--- START ---
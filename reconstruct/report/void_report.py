"""The void report: one self-contained HTML page for the safety officer.

``voidcube reconstruct report DIR`` reads the outputs of ``voidcube reconstruct invert`` and
``voidcube reconstruct voids`` in DIR and writes ``DIR/report.html``. The page
opens with how well the model explains the picks (the fit, the forward model,
the ray coverage; a warning in words when the fit falls short) and any change
the user made to the detection threshold; then the cautions; then every body
and indication in one ranked table, how small a void each planned work's
zone could hide, the bodies' fitted sizes with their bounds, and (demo only)
the check against the invented truth; then the void table, an interactive 3D
view (:mod:`reconstruct.report.scene_3d`; its script embedded), the pictures
(embedded as PNG, so the page opens with no network and no software of
ours), the data-quality and resolution figures, and a short provenance table
with a link to ``manifest.json``. Every piece of text that comes from an
input (site name, planned-work names, paths) is escaped by
:mod:`reconstruct.report.html`.

Keys that the screening, detectability and refinement steps add to
``voids.json`` are shown from the keys present: known keys with their words
(:data:`LABELS`), others as words made from the key.
"""

from __future__ import annotations

import csv
import math
import statistics
from pathlib import Path

from reconstruct.errors import InputError
from reconstruct.interpret.bodies import FILL_AIR, FILL_WATER_OR_CLAY, STATUS_RESOLVED
from reconstruct.interpret.folder import read_json_object
from reconstruct.io.outputs import extend_manifest, utc_now_iso, write_text_atomic
from reconstruct.report.html import escape, hole_deviation_html, html_document, png_img_html, table_html
from reconstruct.report.run_record import provenance_html
from reconstruct.report.scene_3d import scene_html
from reconstruct.report.truth_check import TRUTH_CHECK_FILE, truth_check_html

__all__ = ["build_report_html", "write_report", "LABELS", "label_for", "cell_value"]

#: Words for the fill classes (column ``fill``) on the page.
FILL_WORDS = {FILL_AIR: "air-filled (faster than the rock)",
              FILL_WATER_OR_CLAY: "water- or clay-filled (slower than the rock)"}

#: Words for the tiers (column ``status``) in the ranked table.
STATUS_WORDS = {STATUS_RESOLVED: "void", "unresolved": "indication (below the resolution)",
                "weak": "weak indication (below the threshold)"}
--- END ---
**Work task**
Each line from the top of the records above through the line containing "the check against" needs to be transcribed exactly, and no line after it.

**Reply**
filename reconstruct/report/void_report.py
"""The void report: one self-contained HTML page for the safety officer.

``voidcube reconstruct report DIR`` reads the outputs of ``voidcube reconstruct invert`` and
``voidcube reconstruct voids`` in DIR and writes ``DIR/report.html``. The page
opens with how well the model explains the picks (the fit, the forward model,
the ray coverage; a warning in words when the fit falls short) and any change
the user made to the detection threshold; then the cautions; then every body
and indication in one ranked table, how small a void each planned work's
zone could hide, the bodies' fitted sizes with their bounds, and (demo only)
the check against the invented truth; then the void table, an interactive 3D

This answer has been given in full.